• [WHAT THE EXERCISE ASKS] All entries shown below should be duplicated character for character.

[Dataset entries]
-------

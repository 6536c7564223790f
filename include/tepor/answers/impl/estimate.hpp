#pragma once
// Evenly refined meshes and what the changes between them tell.

#include <algorithm>
#include <cmath>
#include <limits>
#include <memory>
#include <tepor/answers/estimate.hpp>
#include <tepor/answers/impl/refine_loop.hpp>
#include <tepor/mesh/refine.hpp>
#include <tepor/solve/steady.hpp>

namespace tepor {
namespace detail {

/// Value and likely error from the last passes.
inline void judge(Estimate& out, int element_order) {
    const std::size_t n = out.passes.size();
    const double last = out.passes[n - 1].value;
    const double change = last - out.passes[n - 2].value;
    // a steady solve leaves this much of its own
    const double floor = 1e-9 * std::abs(last);
    out.value = last;
    out.order = 0.0;
    out.likely_error = std::abs(change) + floor;
    if (n < 3) return;
    const double before = out.passes[n - 2].value - out.passes[n - 3].value;
    const double ratio = change == 0.0 ? std::numeric_limits<double>::infinity() : before / change;
    // Regular: changes of one sign that fall no slower than at a strong singularity and no faster than the best order.
    const double best = std::ldexp(1.5, 2 * element_order);
    if (ratio >= 1.3 && ratio <= best) {
        const double rest = change / (ratio - 1.0);
        out.value = last + rest;
        out.order = std::log2(ratio);
        out.likely_error = std::abs(rest) + floor; // the whole correction, though most of it has been made
    } else if (std::abs(ratio) > best) {
        out.likely_error = std::abs(change) + std::abs(before) / best + floor;
    } else {
        out.likely_error = 2.0 * std::max(std::abs(change), std::abs(before)) + floor; // no order to be seen
    }
}

} // namespace detail

TEPOR_INLINE Estimate estimate(const Body& body, const Quantity& quantity, const EstimateOptions& options) {
    using namespace detail;
    RefineBudget budget("EstimateOptions", {"relative_error", options.relative_error},
                        {"absolute_error", options.absolute_error}, options.max_unknowns, options.max_seconds);
    const std::shared_ptr<const MeshData>& mesh = body.shared_mesh();
    Estimate out;
    const CellKind* kind = nullptr;
    const auto pass = [&](const std::shared_ptr<const MeshData>& on) {
        const Field field = steady(body.on_mesh(on));
        kind = field.model().kind;
        const Index unknowns = field.model().unknowns;
        out.passes.push_back({on->cell_count(), unknowns, field[quantity], budget.seconds_of_pass()});
        const bool first = out.passes.size() < 2;
        if (!first) {
            judge(out, on->order);
            out.reached = budget.reached(out.likely_error, out.value);
        }
        return PassEnd{unknowns, out.passes.back().seconds, out.reached && out.passes.size() >= 3, first};
    };
    refine_loop(budget, mesh, mesh->dim == 1 ? 2.0 : 4.0, pass, [&](const MeshData& coarse) {
        auto fine = mesh_like(coarse);
        refine_uniformly(coarse, *kind, *fine);
        return fine;
    });
    return out;
}

} // namespace tepor
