#pragma once
// Steady solves and reading fields.

#include <algorithm>
#include <tepor/c/impl/handles.hpp>

namespace tepor::c {

/// Copies what the caller's struct has room for: `size` leads every struct that may grow.
template <class Struct>
void give(const Struct& full, Struct* to) {
    const std::size_t room = to->size;
    if (room < sizeof(std::size_t)) misuse("set `size` of the result to sizeof its type before the call");
    std::memcpy(to, &full, std::min(room, sizeof full));
    to->size = room;
}

inline tepor_balance balance_of(const Balance& b) {
    tepor_balance out{};
    out.size = sizeof out;
    out.in = b.in;
    out.out = b.out;
    out.generated = b.generated;
    out.stored = b.stored;
    out.left_over = b.left_over;
    out.gross = b.gross;
    out.floor = b.floor;
    out.balanced = b.balanced() ? 1 : 0;
    return out;
}

inline void copy_out(const std::vector<double>& from, double* to, std::size_t entries) {
    if (entries != from.size())
        misuse(tepor::detail::text("the array has ", entries, " entries, expected ", from.size()));
    std::copy(from.begin(), from.end(), to);
}

} // namespace tepor::c

extern "C" {

tepor_status tepor_steady(tepor_session* session, const tepor_body* body, tepor_field** out) {
    return tepor::c::run(session, body && out, [&] { *out = new tepor_field{tepor::steady(body->body)}; });
}
void tepor_field_free(tepor_field* field) {
    delete field;
}
tepor_status tepor_field_value(tepor_session* session, const tepor_field* field, const tepor_quantity* quantity,
                               double* out) {
    return tepor::c::run(session, field && quantity && out, [&] { *out = field->field[quantity->quantity]; });
}
tepor_status tepor_field_temperatures(tepor_session* session, const tepor_field* field, double* temperature,
                                      size_t entries) {
    return tepor::c::run(session, field && temperature,
                         [&] { tepor::c::copy_out(field->field.node_temperatures(), temperature, entries); });
}
tepor_status tepor_field_cell_temperatures(tepor_session* session, const tepor_field* field, double* temperature,
                                           size_t entries) {
    return tepor::c::run(session, field && temperature,
                         [&] { tepor::c::copy_out(field->field.cell_temperatures(), temperature, entries); });
}
double tepor_field_time(const tepor_field* field) {
    return field ? field->field.time() : 0.0;
}
tepor_status tepor_field_balance(tepor_session* session, const tepor_field* field, tepor_balance* balance) {
    return tepor::c::run(session, field && balance,
                         [&] { tepor::c::give(tepor::c::balance_of(field->field.balance()), balance); });
}

} // extern "C"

-------

• [EXPECTED ANSWER]
repository 6536c7564223790f
filename include/tepor/answers/impl/estimate.hpp
#pragma once
// Evenly refined meshes and what the changes between them tell.

#include <algorithm>
#include <cmath>
#include <limits>
#include <memory>
#include <tepor/answers/estimate.hpp>
#include <tepor/answers/impl/refine_loop.hpp>
#include <tepor/mesh/refine.hpp>
#include <tepor/solve/steady.hpp>

namespace tepor {
namespace detail {

/// Value and likely error from the last passes.
inline void judge(Estimate& out, int element_order) {
    const std::size_t n = out.passes.size();
    const double last = out.passes[n - 1].value;
    const double change = last - out.passes[n - 2].value;
    // a steady solve leaves this much of its own
    const double floor = 1e-9 * std::abs(last);
    out.value = last;
    out.order = 0.0;
    out.likely_error = std::abs(change) + floor;
    if (n < 3) return;
    const double before = out.passes[n - 2].value - out.passes[n - 3].value;
    const double ratio = change == 0.0 ? std::numeric_limits<double>::infinity() : before / change;
    // Regular: changes of one sign that fall no slower than at a strong singularity and no faster than the best order.
    const double best = std::ldexp(1.5, 2 * element_order);
    if (ratio >= 1.3 && ratio <= best) {
        const double rest = change / (ratio - 1.0);
        out.value = last + rest;
        out.order = std::log2(ratio);
        out.likely_error = std::abs(rest) + floor; // the whole correction, though most of it has been made
    } else if (std::abs(ratio) > best) {
        out.likely_error = std::abs(change) + std::abs(before) / best + floor;
    } else {
        out.likely_error = 2.0 * std::max(std::abs(change), std::abs(before)) + floor; // no order to be seen
    }
}

} // namespace detail

TEPOR_INLINE Estimate estimate(const Body& body, const Quantity& quantity, const EstimateOptions& options) {
    using namespace detail;
    RefineBudget budget("EstimateOptions", {"relative_error", options.relative_error},
                        {"absolute_error", options.absolute_error}, options.max_unknowns, options.max_seconds);
    const std::shared_ptr<const MeshData>& mesh = body.shared_mesh();
    Estimate out;
    const CellKind* kind = nullptr;
    const auto pass = [&](const std::shared_ptr<const MeshData>& on) {
        const Field field = steady(body.on_mesh(on));
        kind = field.model().kind;
        const Index unknowns = field.model().unknowns;
        out.passes.push_back({on->cell_count(), unknowns, field[quantity], budget.seconds_of_pass()});
        const bool first = out.passes.size() < 2;
        if (!first) {
            judge(out, on->order);
            out.reached = budget.reached(out.likely_error, out.value);
        }
        return PassEnd{unknowns, out.passes.back().seconds, out.reached && out.passes.size() >= 3, first};
    };
    refine_loop(budget, mesh, mesh->dim == 1 ? 2.0 : 4.0, pass, [&](const MeshData& coarse) {
        auto fine = mesh_like(coarse);
        refine_uniformly(coarse, *kind, *fine);
        return fine;
    });
    return out;
}

} // namespace tepor
#pragma once
// Steady solves and reading fields.

#include <algorithm>
#include <tepor/c/impl/handles.hpp>

namespace tepor::c {

/// Copies what the caller's struct has room for: `size` leads every struct that may grow.
template <class Struct>
void give(const Struct& full, Struct* to) {
    const std::size_t room = to->size;
    if (room < sizeof(std::size_t)) misuse("set `size` of the result to sizeof its type before the call");
    std::memcpy(to, &full, std::min(room, sizeof full));
    to->size = room;
}

inline tepor_balance balance_of(const Balance& b) {
    tepor_balance out{};
    out.size = sizeof out;
    out.in = b.in;
    out.out = b.out;
    out.generated = b.generated;
    out.stored = b.stored;
    out.left_over = b.left_over;
    out.gross = b.gross;
    out.floor = b.floor;
    out.balanced = b.balanced() ? 1 : 0;
    return out;
}

inline void copy_out(const std::vector<double>& from, double* to, std::size_t entries) {
    if (entries != from.size())
        misuse(tepor::detail::text("the array has ", entries, " entries, expected ", from.size()));
    std::copy(from.begin(), from.end(), to);
}

} // namespace tepor::c

extern "C" {

tepor_status tepor_steady(tepor_session* session, const tepor_body* body, tepor_field** out) {
    return tepor::c::run(session, body && out, [&] { *out = new tepor_field{tepor::steady(body->body)}; });
}
void tepor_field_free(tepor_field* field) {
    delete field;
}
tepor_status tepor_field_value(tepor_session* session, const tepor_field* field, const tepor_quantity* quantity,
                               double* out) {
    return tepor::c::run(session, field && quantity && out, [&] { *out = field->field[quantity->quantity]; });
}
tepor_status tepor_field_temperatures(tepor_session* session, const tepor_field* field, double* temperature,
                                      size_t entries) {
    return tepor::c::run(session, field && temperature,
                         [&] { tepor::c::copy_out(field->field.node_temperatures(), temperature, entries); });
}
tepor_status tepor_field_cell_temperatures(tepor_session* session, const tepor_field* field, double* temperature,
                                           size_t entries) {
    return tepor::c::run(session, field && temperature,
                         [&] { tepor::c::copy_out(field->field.cell_temperatures(), temperature, entries); });
}
double tepor_field_time(const tepor_field* field) {
    return field ? field->field.time() : 0.0;
}
tepor_status tepor_field_balance(tepor_session* session, const tepor_field* field, tepor_balance* balance) {
    return tepor::c::run(session, field && balance,
                         [&] { tepor::c::give(tepor::c::balance_of(field->field.balance()), balance); });
}

} // extern "C"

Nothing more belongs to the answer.